» Task directions:
In the material below, the lines containing the word "rows" are required; copy each of them.

Exercise material below:

def code_book_from(texts: Mapping[str, str]) -> CodeBook:
    """Build the code book from the texts of the tables, by file name. Raises ContentError as `load_code_book` does."""
    for name in sorted(texts.keys() ^ _COLUMNS.keys()):
        problem = "is not a table we know" if name in texts else "is missing"
        raise ContentError(name, "the whole table", problem, "Restore the tables as released.")
    tables = {name: read_table(name, texts[name], columns) for name, columns in _COLUMNS.items()}
    problems = [
        *_concepts(tables["snomed_conditions.csv"], "snomed"),
        *_concepts(tables["icd10cm_conditions.csv"], "icd-10-cm"),
    ]
    procedures = [
        *_concepts(tables["snomed_procedures_devices.csv"], "snomed"),
        *_concepts(tables["icd10pcs_procedures.csv"], "icd-10-pcs"),
    ]
    concepts = frozenset(row.concept for row in problems)
    reactions = concepts | WORD_ONLY_REACTIONS
    for name in (
        "snomed_conditions.csv",
        "icd10cm_conditions.csv",
        "snomed_procedures_devices.csv",
        "icd10pcs_procedures.csv",
    ):
        tables[name].check_words("pair", concepts | {""}, separators=";")
    atc = tables["atc.csv"]
    by_atc = _drugs(atc, _ATC)
    return CodeBook(
        CodeTables(
            drugs=DrugCodes(
                rxnorm=_rxnorm(tables),
                atc_exact={row[0]: by_atc[row[0], "exact"] for row in atc.rows if row[1] == "exact"},
                atc_prefix={row[0]: by_atc[row[0], "prefix"] for row in atc.rows if row[1] == "prefix"},
                snomed={code: row for (code, _), row in _drugs(tables["snomed_drugs.csv"], _SCTID).items()},
            ),
            drug_names=_drug_names(tables["drug_names.csv"]),
            analytes=_analytes(tables["loinc.csv"]),
            problems=ConceptCodes(problems),
            procedures=ConceptCodes(procedures),
            allergies=_allergies(tables["snomed_allergies.csv"], tables["icd10cm_allergies.csv"], reactions),
            problem_words=_phrases(tables["problem_words.csv"], concepts),
            reaction_words=_phrases(tables["reaction_words.csv"], reactions),
            class_words=_phrases(tables["class_words.csv"], DRUG_CLASSES),
        )
    )


def _texts() -> dict[str, str]:
    texts = {}
    for name, content in code_table_bytes():
        try:
            texts[name] = content.decode("utf-8")
        except UnicodeDecodeError as error:
            raise ContentError(name, "the whole table", "is not UTF-8 text", "Restore it.") from error
    return texts


def _rxnorm(tables: Mapping[str, CsvTable]) -> dict[str, DrugRow]:
    found: dict[str, DrugRow] = {}
    for name in ("rxnorm_ingredients.csv", "rxnorm_forms.csv", "rxnorm_products.csv"):
        table = tables[name]
        for (code, _), row in _drugs(table, _RXCUI).items():
            if code in found:
                table.fail_cell("rxcui", code, "stands in another RxNorm table as well", "Remove one of the two.")
            found[code] = row
    return found


def _drugs(table: CsvTable, is_code: Callable[[str], object]) -> dict[tuple[str, str], DrugRow]:
    """Read a table of drug codes: the rows by code and match ("" where the table has no such column)."""
    columns = table.columns
    has_match, has_kind, has_form = "match" in columns, "kind" in columns, "dose_form" in columns
    key = columns[0]
    table.check_unique(*((key, "match") if has_match else (key,)))
    table.check(key, is_code, "is no code of this system", "Correct it, from the source.")
    table.check_words("systemic", _SYSTEMIC)
    table.check_words("classes", DRUG_CLASSES | {"", _NO_SUBJECT}, separators=";|")
    if has_match:
        table.check_words("match", ("exact", "prefix"))
    if has_kind:
        table.check_words("kind", _KINDS)
    if has_form:
        table.check_words("route", _ROUTES)
        table.check_words("release", _RELEASES)
    if "units" in columns:
        table.check_words("units", _UNITS, separators=";")
    # Products of many labellers share one meaning: each is read once.
    meanings = zip(*(table.cells[name] for name in columns if name not in (key, "source", "release")), strict=True)
    matches = table.cells["match"] if has_match else [""] * len(table.rows)
    made: dict[tuple[str, ...], DrugRow] = {}
    found: dict[tuple[str, str], DrugRow] = {}
    for row, match, meaning in zip(table.rows, matches, meanings, strict=True):
        drug = made.get(meaning)
        if drug is None:
            try:
                drug = made[meaning] = _drug_row(dict(zip(columns, row, strict=True)), table.name)
            except ValueError as error:
                table.fail(row, str(error), "Correct it.")
        found[row[0], match] = drug
    return found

End of Exercise material.

» Result for this exercise:
                atc_exact={row[0]: by_atc[row[0], "exact"] for row in atc.rows if row[1] == "exact"},
                atc_prefix={row[0]: by_atc[row[0], "prefix"] for row in atc.rows if row[1] == "prefix"},
    """Read a table of drug codes: the rows by code and match ("" where the table has no such column)."""
    matches = table.cells["match"] if has_match else [""] * len(table.rows)
    for row, match, meaning in zip(table.rows, matches, meanings, strict=True):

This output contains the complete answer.